Razily has not been released from military custody, and news recently emerged that he would be tried by the military for the crime of “flag theft”. Friends in the Malagasy diaspora are organizing a campaign to petition the transitional government not for his release, but for transparency regarding the charges against him and the trial he faces. The petition also expresses concern at the restrictions on speech and the use of tear gas and live rounds against protesters. The petition invites people to sign by adding a comment, and recognizes that many supporters in Madagascar may be unable to sign with their real names due to very real concerns about their safety.

My friend Lova Rakotomalala explains why Razily is so important to many Malagasy people:

Razily embodied the hope of the silent majority that is neither pro-Rajoelina, nor pro-Ravalomanana, that believe that there is still room for understanding and compromise if we reach out to each other and think of the nation first ( hence the flag). The fact that he marched on undeterred by the bullets around him made a strong impression on many of us. Bloggers have the protection of being behind the computer screen, Razily did not.

One of the reasons the crisis in Madagascar persists is that it’s receiving very little attention from the media, even on the African continent. In the absence of sustained pressure and scrutiny, there’s not much pressure on Rajeolina and Ravalomanana to find a solution that allows Madagascar to go forward. I’m often skeptical of the value of online petitions, but I think that demonstrating that people around the world are paying attention to the situation in Madagascar, and to the rights of a peaceful demonstrator, could have an important impact in this case. I hope you’ll join me in signing the petition and in spreading the word about Razily.


Global Voices has been covering the situation in Madagascar closely.
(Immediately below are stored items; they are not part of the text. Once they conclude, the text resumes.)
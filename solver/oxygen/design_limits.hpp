// The other limits of a design beside oxygen: heat removal, shear, and the cost of power,
// compressed air and oxygen, at one steady operating point, with the cautions and notes they call
// for (docs/method.md, sections 16 to 18).
#pragma once

#include <string>
#include <vector>

#include "input/case.hpp"
#include "mesh/zone_network.hpp"
#include "solver/flow/hydrodynamics.hpp"
#include "solver/oxygen/heat_balance.hpp"
#include "solver/oxygen/operating_cost.hpp"
#include "solver/oxygen/oxygen_field.hpp"
#include "solver/oxygen/shear.hpp"

namespace oxystrat {

struct DesignLimits {
  HeatBalance heat;
  ShearField shear;
  OperatingCost cost;
};

//! At the steady field (`field` null without gas: no uptake, no transfer).
DesignLimits design_limits(const Case& c, const ZoneNetwork& net, const Hydrodynamics& h, const OxygenField* field);

//! Cautions: cooling short or nearly so; for cell cultures, where the literature puts the damage
//! (bursting bubbles) and how the impeller maxima compare with published lethal dissipation.
//! `oxygen_max_biomass_kg_m3` (0 when not computed) is compared with the heat-limited biomass.
std::vector<std::string> limit_cautions(const Case& c, const DesignLimits& d, double oxygen_max_biomass_kg_m3);

//! Notes: what was not checked (no [cooling], no [prices]).
std::vector<std::string> limit_notes(const Case& c, const DesignLimits& d);

//! Published range of dissipation per volume that is lethal to CHO cells [W/m3]: 1e6-1e8
//! (Walls et al. 2017, Sci. Rep. 7:15102, from earlier studies) [pub].
inline constexpr double cho_lethal_dissipation_low_w_m3 = 1e6;
inline constexpr double cho_lethal_dissipation_high_w_m3 = 1e8;

}  // namespace oxystrat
Wikipedia’s article on the 2009 protests is a good introduction to the situation as well.

Two Facebook groups exist to support Razily:
Save Razily and Libérez Razily et les autres.


A note on the video embedded above: There are at least two videos circulating of Razily’s march with the flag. The one above, from YouTube, has no sound. The one on DailyMotion has the sounds of the people recording the video. I interpret their laughter as a sign of their amazement at the audacity of Razily in walking towards the military with the flag. The fact that they cheer as he resumes his march after pausing suggests to me that they’re supportive of what he’s doing, not laughing at him, as does the fact that they posted the video. But I suspect the laughter could be confusing, and could seem very inappopriate given Razily’s arrest and subsequent disappearance. That’s why I’ve embedded the silent version, but am linking to the version with sound.